# Where is NFL games and Talk radio on Dishnetwork sirus???



## churdie (May 4, 2003)

Why are these channels left off?? is it a money thing charlie???


----------



## Mark Lamutt (Mar 24, 2002)

Because Dish only has the rights by contract to transmit the Sirius music channels. Got nothing to do with money, has everything to do with Sirius wanting you to subscribe to get the full service.


----------



## Geronimo (Mar 23, 2002)

We received 61 music channels at no additional cost to us. It would have been nice to get even more for no additional cost but we did not.


----------



## RoadRunner (Jun 17, 2004)

It also has to do with the rights Sirius has to the material. Sirius cannot provide those things to Dish (or to their own subscribers via the internet) anyway except through the SDARS services.

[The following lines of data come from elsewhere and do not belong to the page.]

package main

import (
	"context"
	"fmt"
	"io"
	"sort"
	"strings"
	"time"

	"github.com/pulsefleet/pulsefleet/internal/caution"
	"github.com/pulsefleet/pulsefleet/internal/store"
	pb "github.com/pulsefleet/pulsefleet/proto/pulsefleet/v1"
)

// exitIncomplete is the exit status of a merged history query (episodes,
// audit, reviews, export --gateway) that answered without the history of a
// gateway that could not be read: the output holds what the others hold and
// says what is missing, and a script cannot take it for the whole answer.
const exitIncomplete = 3

// incompleteError is the error of such a query: main prints it and exits
// with exitIncomplete.
type incompleteError struct {
	what   string // "episodes", "audit entries", ...
	total  int
	failed []gatewayError
}

func (e incompleteError) Error() string {
	return "INCOMPLETE: " + gatewayFailures(e.what, e.total, e.failed).Error()
}

// incomplete is nil when no gateway failed, a plain failure (exit 1) when
// none could be read, else an incompleteError (exit 3).
func incomplete(what string, total int, failed []gatewayError) error {
	switch len(failed) {
	case 0:
		return nil
	case total:
		return gatewayFailures(what, total, failed)
	}
	return incompleteError{what: what, total: total, failed: failed}
}

// historyGaps says what a merged answer lacks: the gateways that could not
// be read and, as far as the reachable gateways' ledgers tell, the devices
// whose messages none of them holds (held by an unreachable gateway, or
// past ledger retention). A device numbers its data messages from 1 without
// holes, so a number missing below the highest one held is elsewhere. What
// the ledgers cannot tell: a device's messages after the last one the
// reachable gateways hold, and devices that only ever streamed to an
// unreachable gateway.
type historyGaps struct {
	Unreachable []unreachableGateway `json:"unreachable_gateways"`
	Devices     []deviceGap          `json:"devices_with_history_elsewhere"`
	// Reachable gateways whose ledger could not be read (the device list
	// lacks what they would have told).
	CoverageUnknown []string `json:"coverage_unknown,omitempty"`
}

type unreachableGateway struct {
	Gateway string `json:"gateway"`
	Error   string `json:"error"`
}

// deviceGap is one device's messages that no reachable gateway holds.
type deviceGap struct {
	Device  string   `json:"device"`
	Missing []seqGap `json:"missing"`
}

// seqGap is a run of missing sequence numbers between held ones.
type seqGap struct {
	FirstSequence uint64 `json:"first_sequence"`
	LastSequence  uint64 `json:"last_sequence"`
	// Device time of the last held message before the run (0 = none: the
	// run starts at the device's first message).
	AfterUnixMs int64 `json:"after_device_time_unix_ms,omitempty"`
	// Device time of the first held message after the run.
	BeforeUnixMs int64 `json:"before_device_time_unix_ms"`
}

// findGaps builds the gaps of a merged answer (nil when nothing failed):
// it reads the ledger coverage of the reachable gateways for devices (all
// when empty).
func findGaps(ctx context.Context, cf *clientFlags, reachable []string, failed []gatewayError, devices []string) *historyGaps {
	if len(failed) == 0 {
		return nil
	}
	g := &historyGaps{}
	for _, f := range failed {
		g.Unreachable = append(g.Unreachable, unreachableGateway{Gateway: f.Addr, Error: errorText(f.Err)})
	}
	spans := map[string][]store.SeqSpan{}
	for _, a := range reachable {
		cov, err := gatewayCoverage(ctx, cf, a, devices)
		if err != nil {
			g.CoverageUnknown = append(g.CoverageUnknown, a)
			continue
		}
		for _, c := range cov {
			for _, s := range c.GetSpans() {
				spans[c.GetDeviceId()] = append(spans[c.GetDeviceId()], store.SeqSpan{First: s.GetFirstSequence(), Last: s.GetLastSequence(),
					FirstDevMS: s.GetFirstDeviceTimeUnixMs(), LastDevMS: s.GetLastDeviceTimeUnixMs()})
			}
		}
	}
	g.Devices = missingSequences(spans)
	return g
}

// missingSequences lists, per device (ordered by id), the numbers below its
// highest held one that no span holds.
func missingSequences(spans map[string][]store.SeqSpan) []deviceGap {
	var out []deviceGap
	for id, ss := range spans {
		ss = store.MergeSpans(ss)
		var d deviceGap
		next, after := uint64(1), int64(0)
		for _, s := range ss {
			if s.First > next {
				d.Missing = append(d.Missing, seqGap{FirstSequence: next, LastSequence: s.First - 1, AfterUnixMs: after, BeforeUnixMs: s.FirstDevMS})
			}
			next, after = s.Last+1, s.LastDevMS
		}
		if len(d.Missing) > 0 {
			d.Device = id
			out = append(out, d)
		}
	}
	sort.Slice(out, func(i, j int) bool { return out[i].Device < out[j].Device })
	return out
}

func gatewayCoverage(ctx context.Context, cf *clientFlags, addr string, devices []string) ([]*pb.LedgerCoverage, error) {
	conn, err := cf.dial(addr)
	if err != nil {
		return nil, err
	}
	defer conn.Close()
	cctx, cancel := context.WithTimeout(cf.ctx(ctx), 30*time.Second)
	defer cancel()
	resp, err := pb.NewFleetServiceClient(conn).ListLedgerCoverage(cctx, &pb.ListLedgerCoverageRequest{DeviceIds: devices})
	if err != nil {
		return nil, err
	}
	return resp.GetDevices(), nil
}

// notes are the gaps as lines of text, for the terminal and for comment
// lines and OperationOutcome issues in files; at most maxDevices devices
// are named one by one.
func (g *historyGaps) notes(what string, maxDevices int) []string {
	if g == nil {
		return nil
	}
	var out []string
	for _, u := range g.Unreachable {
		out = append(out, fmt.Sprintf("gateway %s could not be read (%s): the %s it holds are missing here", u.Gateway, u.Error, what))
	}
	if len(g.Devices) == 0 {
		out = append(out, "no device is known to have history there from the reachable gateways' ledgers (devices that only ever streamed to it are not known to them)")
	} else {
		var parts []string
		for i, d := range g.Devices {
			if i == maxDevices {
				parts = append(parts, fmt.Sprintf("and %d more", len(g.Devices)-i))
				break
			}
			parts = append(parts, d.Device+" ("+d.text()+")")
		}
		out = append(out, fmt.Sprintf("%d devices have messages that no reachable gateway holds, so their history may be incomplete: %s; devices that only ever streamed to an unreachable gateway are not known here",
			len(g.Devices), strings.Join(parts, ", ")))
	}
	if len(g.CoverageUnknown) > 0 {
		out = append(out, "the ledgers of "+strings.Join(g.CoverageUnknown, ", ")+" could not be read either, so the device list may be short")
	}
	return out
}

// text is a device's missing runs: "messages 1-120 (device time up to
// 2026-12-02T17:03:10Z)" or "... between T1 and T2".
func (d deviceGap) text() string {
	var parts []string
	for _, m := range d.Missing {
		seqs := fmt.Sprintf("messages %d-%d", m.FirstSequence, m.LastSequence)
		if m.FirstSequence == m.LastSequence {
			seqs = fmt.Sprintf("message %d", m.FirstSequence)
		}
		if m.AfterUnixMs == 0 {
			parts = append(parts, seqs+" before device time "+msTime(m.BeforeUnixMs))
		} else {
			parts = append(parts, seqs+" between device times "+msTime(m.AfterUnixMs)+" and "+msTime(m.BeforeUnixMs))
		}
	}
	return strings.Join(parts, "; ")
}

// printGaps writes the gaps to the terminal (stderr), one line each.
func printGaps(w io.Writer, cmd string, g *historyGaps, what string) {
	for _, n := range g.notes(what, 20) {
		fmt.Fprintf(w, "pulsefleet %s: INCOMPLETE: %s\n", cmd, safeText(n))
	}
}

// reachableOf is addrs without the failed ones.
func reachableOf(addrs []string, failed []gatewayError) []string {
	var out []string
	for _, a := range addrs {
		bad := false
		for _, f := range failed {
			bad = bad || f.Addr == a
		}
		if !bad {
			out = append(out, a)
		}
	}
	return out
}

// oneLine is s with line breaks as spaces (a note in a comment line).
func oneLine(s string) string { return strings.NewReplacer("\n", " ", "\r", " ").Replace(s) }

// writeCSVHead writes the caution comment line, then each note as a
// "# incomplete: NOTE" comment line.
func writeCSVHead(w io.Writer, notes []string) error {
	if err := caution.WriteComment(w); err != nil {
		return err
	}
	for _, n := range notes {
		if _, err := fmt.Fprintf(w, "# incomplete: %s\n", oneLine(n)); err != nil {
			return err
		}
	}
	return nil
}
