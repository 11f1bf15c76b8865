package main

import (
	"context"
	"fmt"
	"io"
	"os"
	"path/filepath"
	"slices"
	"strconv"
	"strings"

	"github.com/pulsefleet/pulsefleet/estimator"
	"github.com/pulsefleet/pulsefleet/internal/calibration"
	"github.com/pulsefleet/pulsefleet/internal/calibration/pairing"
	"github.com/pulsefleet/pulsefleet/internal/caution"
)

const calibrateStudySynopsis = "study --raw FILE --reference FILE [--subject NAME] ... --rate HZ [--channels A/B,...] [--ratios slope,derivative,spectral] [--lags 0,5,...] [--anchors 0,60,...] [--format text|json]"

// runCalibrateStudy pairs recordings under every variant (channel pair,
// ratio method, reference lag) and scores two ways of choosing among them
// by leave-one-subject-out, neither of which sees the held-out subject.
func runCalibrateStudy(ctx context.Context, args []string, s stdio) error {
	fs := newFlagSet("calibrate", calibrateStudySynopsis, s.err)
	var raws, refs, subs stringList
	var channels, ratios, lags, anchors, ruleRatio, model, format string
	o := pairing.Options{Align: calibration.AlignOptions{}}
	fs.Var(&raws, "raw", "raw CSV with every channel column named in --channels; repeat for several recordings (both hands of a person: same --subject)")
	fs.Var(&refs, "reference", "reference CSV: t_s,spo2_ref_pct (or reference_pct); one per --raw, or one for all")
	fs.Var(&subs, "subject", "subject of each --raw (repeat in order; default: the raw file's folder name); leave-one-subject-out holds out a subject's recordings together")
	fs.Float64Var(&o.RateHz, "rate", 0, "raw sample rate, Hz (required)")
	fs.StringVar(&channels, "channels", "red/ir", "channel pairs to compare, first/second, comma-separated (e.g. r/g,b/g,r/b)")
	fs.StringVar(&ratios, "ratios", "slope,derivative,spectral", "ratio methods to compare: slope, derivative, spectral")
	fs.StringVar(&lags, "lags", "0,5,10,15,20,25,30", "reference lags to compare, s (device second k against reference second k+lag)")
	fs.StringVar(&anchors, "anchors", "0", "room-air anchor lengths to compare, s (each recording's ratios divided by their median over A s from its first usable second; 0 = raw ratio); the tracking chooser uses the first")
	fs.BoolVar(&o.AnchorAtRecordingStart, "anchor-at-start", false, "start the anchor at the recording's first second instead of its first usable one (docs/calibration-protocol.md version 1)")
	fs.StringVar(&ruleRatio, "rule-ratio", string(estimator.RatioDerivativeSlope), "the ratio method the rule fixes beforehand")
	fs.StringVar(&model, "model", calibration.Linear, "curve model: linear or quadratic")
	fs.IntVar(&o.ADCBits, "adc-bits", 0, "converter resolution in bits; 0 = unknown (float input)")
	fs.IntVar(&o.Align.WindowS, "window", 30, "pairing window, s: one pair per stable window")
	fs.Float64Var(&o.Align.MaxReferenceSpreadPct, "max-spread", 2, "stable: reference max-min within a window at most this, % SpO2")
	fs.Float64Var(&o.Align.MinSQI, "min-sqi", 0.5, "a device second counts when its SQI is at least this (0..1)")
	fs.BoolVar(&o.Align.QualityWeights, "quality-weights", true, "SQI-weighted window ratio and weighted fit")
	fs.StringVar(&format, "format", "text", "output: text or json")
	if err := parseFlags(fs, args); err != nil {
		return err
	}
	if err := checkRecordingArgs(raws, refs, subs, o.RateHz); err != nil {
		return err
	}
	switch {
	case model != calibration.Linear && model != calibration.Quadratic:
		return usagef("--model: %q, want linear or quadratic", model)
	case format != "text" && format != "json":
		return usagef("--format: %q, want text or json", format)
	}
	pairsList, cols, err := parseChannelPairs(channels)
	if err != nil {
		return err
	}
	methods, rule, err := parseStudyRatios(ratios, ruleRatio)
	if err != nil {
		return err
	}
	lagList, err := parseStudyLags(lags)
	if err != nil {
		return err
	}
	anchorList, err := parseStudyAnchors(anchors)
	if err != nil {
		return err
	}
	recs, err := readStudyRecordings(raws, refs, subs, cols)
	if err != nil {
		return err
	}
	st, err := pairing.NewStudy(recs, pairing.AnchoredVariants(pairsList, methods, lagList, anchorList), o)
	if err != nil {
		return err
	}
	ev, err := evaluateStudy(st, model, rule, anchorList[0])
	if err != nil {
		return err
	}
	if format == "json" {
		return calibration.WriteStudyJSON(s.out, map[string]*calibration.Nested{"nested": ev.nested, "tracking": ev.tracking, "rule": ev.rule}, map[string]any{
			"variants": len(st.Candidates), "subjects": st.Subjects, "tracking_anchor_s": anchorList[0],
			"choice_nested": ev.pick[0], "choice_tracking": ev.pick[1], "choice_rule": ev.pick[2],
		})
	}
	fmt.Fprintf(s.out, "%d recordings of %d subjects, %d variants (channels x ratio methods x lags x anchors)\n\n", len(recs), len(st.Subjects), len(st.Candidates))
	return printStudyText(s.out, ev, rule, anchorList[0])
}

// studyEvaluation is the three choosers' leave-one-subject-out results
// and what each picks on all subjects (nested, tracking, rule).
type studyEvaluation struct {
	nested, tracking, rule *calibration.Nested
	pick                   [3]string
}

// evaluateStudy runs every chooser over every recorded subject (a subject
// no variant gave pairs is withheld, not dropped) and asks each for its
// pick on all subjects.
func evaluateStudy(st *pairing.Study, model string, rule estimator.RatioMethod, trackAnchor int) (*studyEvaluation, error) {
	ev := &studyEvaluation{}
	var err error
	if ev.nested, err = st.Nested(model); err != nil {
		return nil, fmt.Errorf("nested leave-one-subject-out: %w", err)
	}
	if ev.tracking, err = st.With(model, st.TrackingChooser(trackAnchor)); err != nil {
		return nil, fmt.Errorf("tracking leave-one-subject-out: %w", err)
	}
	if ev.rule, err = st.With(model, st.RuleChooser(rule)); err != nil {
		return nil, fmt.Errorf("rule leave-one-subject-out: %w", err)
	}
	for i, ch := range []calibration.Chooser{calibration.InnerLOSO(st.Candidates, model), st.TrackingChooser(trackAnchor), st.RuleChooser(rule)} {
		c, err := ch(st.Subjects)
		if err != nil {
			return nil, fmt.Errorf("choice on all subjects: %w", err)
		}
		ev.pick[i] = st.Candidates[c.Index].Name
	}
	return ev, nil
}

// printStudyText writes the choosers' leave-one-subject-out results and
// their picks on all subjects as text.
func printStudyText(w io.Writer, ev *studyEvaluation, rule estimator.RatioMethod, trackAnchor int) error {
	if err := ev.nested.WriteText(w, "nested: variant with the lowest inner leave-one-subject-out MAE"); err != nil {
		return err
	}
	fmt.Fprintln(w)
	if err := ev.tracking.WriteText(w, fmt.Sprintf("tracking: variant (anchor %d s) whose ratio tracks the reference best within training recordings", trackAnchor)); err != nil {
		return err
	}
	fmt.Fprintln(w)
	if err := ev.rule.WriteText(w, fmt.Sprintf("rule: ratio %s fixed beforehand, channels by usable seconds, lag by within-recording tracking", rule)); err != nil {
		return err
	}
	fmt.Fprintf(w, "\non all subjects: nested picks %s; tracking picks %s; rule picks %s\n", ev.pick[0], ev.pick[1], ev.pick[2])
	fmt.Fprintln(w, "fit a curve with: calibrate pairs (--red-col/--ir-col/--ratio/--lag of the pick, --quality-weights) then calibrate --pairs.")
	fmt.Fprintln(w, "anchor A s: each recording's ratios divided by their median over A s from its first usable second (the person at rest on room air);")
	fmt.Fprintln(w, "  to deploy an anchored pick: calibrate pairs --anchor A (its channels, ratio method and lag), then calibrate --pairs: the curve file")
	fmt.Fprintln(w, "  says input: anchored_ratio, and the gateway shows SpO2 as not available until each device's anchor is complete.")
	fmt.Fprintln(w, "bias = mean(predicted - reference); SD = population SD; Arms^2 = bias^2 + SD^2; the mean predictor predicts the training subjects' mean reference.")
	fmt.Fprintf(w, "\n%s\n", caution.Line)
	return nil
}

// parseStudyRatios reads --ratios and --rule-ratio; the rule's method must
// be among those compared.
func parseStudyRatios(ratios, ruleRatio string) ([]estimator.RatioMethod, estimator.RatioMethod, error) {
	var methods []estimator.RatioMethod
	for _, r := range strings.Split(ratios, ",") {
		m, err := parseRatio(strings.TrimSpace(r))
		if err != nil {
			return nil, "", usagef("--ratios: %v", err)
		}
		methods = append(methods, m)
	}
	rule, err := parseRatio(ruleRatio)
	if err != nil {
		return nil, "", usagef("--rule-ratio: %v", err)
	}
	if !slices.Contains(methods, rule) {
		return nil, "", usagef("--rule-ratio: %q is not among --ratios %q", rule, ratios)
	}
	return methods, rule, nil
}

// parseStudyLags reads --lags: integers -600..600 s.
func parseStudyLags(lags string) ([]int, error) {
	var lagList []int
	for _, l := range strings.Split(lags, ",") {
		v, err := strconv.Atoi(strings.TrimSpace(l))
		if err != nil || v < -600 || v > 600 {
			return nil, usagef("--lags: %q, want integers -600..600 s", l)
		}
		lagList = append(lagList, v)
	}
	return lagList, nil
}

// parseStudyAnchors reads --anchors: integers 0..3600 s (0 = raw ratio).
func parseStudyAnchors(anchors string) ([]int, error) {
	var out []int
	for _, a := range strings.Split(anchors, ",") {
		v, err := strconv.Atoi(strings.TrimSpace(a))
		if err != nil || v < 0 || v > 3600 {
			return nil, usagef("--anchors: %q, want integers 0..3600 s (0 = no anchor)", a)
		}
		out = append(out, v)
	}
	return out, nil
}

// readStudyRecordings reads each --raw with its --reference (one for all,
// or one each) and its --subject (default: the raw file's folder name).
func readStudyRecordings(raws, refs, subs []string, cols []string) ([]pairing.Recording, error) {
	var recs []pairing.Recording
	for i, raw := range raws {
		ref := refs[0]
		if len(refs) > 1 {
			ref = refs[i]
		}
		subject := filepath.Base(filepath.Dir(raw))
		if len(subs) > 0 {
			subject = subs[i]
		}
		rec, err := readStudyRecording(raw, ref, subject, cols)
		if err != nil {
			return nil, err
		}
		recs = append(recs, rec)
	}
	return recs, nil
}

// parseChannelPairs reads "a/b,c/d" into pairs and the distinct columns.
func parseChannelPairs(s string) ([][2]string, []string, error) {
	var out [][2]string
	var cols []string
	for _, p := range strings.Split(s, ",") {
		a, b, ok := strings.Cut(strings.TrimSpace(p), "/")
		if !ok || a == "" || b == "" || a == b {
			return nil, nil, usagef("--channels: %q, want first/second with two different column names", p)
		}
		out = append(out, [2]string{a, b})
		for _, c := range []string{a, b} {
			if !slices.Contains(cols, c) {
				cols = append(cols, c)
			}
		}
	}
	return out, cols, nil
}

func parseRatio(s string) (estimator.RatioMethod, error) {
	for _, m := range estimator.RatioMethods {
		if string(m) == s {
			return m, nil
		}
	}
	return "", usagef("--ratio: %q, want %s, %s or %s", s, estimator.RatioBeatSlope, estimator.RatioDerivativeSlope, estimator.RatioSpectral)
}

func readStudyRecording(rawPath, refPath, subject string, cols []string) (pairing.Recording, error) {
	raw, err := os.Open(rawPath)
	if err != nil {
		return pairing.Recording{}, err
	}
	defer raw.Close()
	ch, err := pairing.ReadChannels(raw, cols)
	if err != nil {
		return pairing.Recording{}, fmt.Errorf("%s: %w", rawPath, err)
	}
	ref, err := os.Open(refPath)
	if err != nil {
		return pairing.Recording{}, err
	}
	defer ref.Close()
	rs, err := pairing.ReadReference(ref, "")
	if err != nil {
		return pairing.Recording{}, fmt.Errorf("%s: %w", refPath, err)
	}
	return pairing.Recording{Subject: subject, Channels: ch, Reference: rs}, nil
}
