func (o *relayOptions) register(fs *flag.FlagSet) {
	fs.StringVar(&o.gateway, "gateway", "", "gRPC address of the gateway, host:port (required); redirects in a sharded fleet are followed")
	fs.StringVar(&o.device, "device", "", "device id to stream as: 1..64 of A-Z a-z 0-9 . _ - (required)")
	fs.StringVar(&o.model, "model", "", "hardware model, 0..64 characters, e.g. proto-b; selects the model's calibration (required)")
	fs.StringVar(&o.firmware, "firmware", "relay", "firmware version string sent in the introduction")
	fs.StringVar(&o.serial, "serial", "", "serial port to read, e.g. /dev/ttyACM0 (reopened when it disappears)")
	fs.IntVar(&o.baud, "baud", 115200, "serial port speed, bits/s")
	fs.StringVar(&o.tcp, "tcp", "", "connect to HOST:PORT and read the lines the device prints there (reconnects)")
	fs.StringVar(&o.listen, "listen", "", "listen on HOST:PORT for the device to connect and print lines (a new connection replaces the old)")
	fs.StringVar(&o.in, "in", "", "read a recording from FILE, or - for standard input; ends when the input ends")
	fs.Float64Var(&o.rate, "rate", 0, "raw sample rate in Hz, 25..1000 (required unless lines have a t_s or t_ms column to infer it from); summary: lines per second, default 1")
	fs.StringVar(&o.format, "format", "csv", "csv: raw samples red,ir[,ambient] per line; summary: spo2,pulse,pi[,sqi] per line")
	fs.StringVar(&o.columns, "columns", "", "names of the fields when the input has no header (default red,ir or spo2,pulse,pi); known: red, ir, ambient, spo2, pulse, pi, sqi, t_s, t_ms, _ (ignored)")
	fs.IntVar(&o.adcBits, "adc-bits", 16, "converter resolution, 8..24: raw codes must lie in 0..2^N-1")
	fs.Float64Var(&o.redNM, "red-nm", 660, "first channel's wavelength, nm")
	fs.Float64Var(&o.irNM, "ir-nm", 940, "second channel's wavelength, nm")
	fs.StringVar(&o.calibration, "calibration", "", `calibration the device asks for ("name" or "name@vN"); empty: the gateway's assignment`)
	fs.StringVar(&o.spool, "spool", "", "keep unacknowledged data in DIR on disk (survives a gateway outage and a relay restart)")
	fs.IntVar(&o.spoolMaxMiB, "spool-max", defaultSpoolMaxMiB, "bound of the unacknowledged data in the spool, MiB (the spool file stays under this plus the larger of 8 MiB and a quarter of it); when reached a recording waits and a live source's lines are rejected as buffer_full")
	fs.IntVar(&o.memoryMaxMiB, "memory-max", defaultMemoryMaxMiB, "without --spool: bound of the unacknowledged data held in memory, MiB (lost if the relay stops)")
	fs.StringVar(&o.token, "token", "", "device bearer token (default: $PULSEFLEET_TOKEN)")
	fs.StringVar(&o.caFile, "ca", "", "CA certificate (PEM) to verify the gateway's TLS certificate; enables TLS")
	fs.StringVar(&o.certFile, "cert", "", "client certificate (PEM) for mutual TLS")
	fs.StringVar(&o.keyFile, "key", "", "client key (PEM) for mutual TLS")
	fs.BoolVar(&o.realtime, "realtime", false, "--in FILE: send at the recording's own pace instead of as fast as acknowledgements allow")
	fs.DurationVar(&o.drain, "drain", 10*time.Minute, "when the input ends, wait at most this long for the last acknowledgements")
}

Sirius does not own the rights to sell the NFL broadcasts to anyone but it's own customers.


----------



## churdie (May 4, 2003)

wonder if sirus gives discount to dish sub, sure would benifit dish, just think Charlie could say you can listen to all NFL games via dish, and its FREE unlike Directv.


----------



## dnsc_installer (Sep 11, 2004)

Just activate directly with Sirius, the price is almost the exact same and you get all the channels. It is 12.95 a month with a 5 dollar fee if you activate online, and a 15 dollar fee if you activate with a Sirius CSR


----------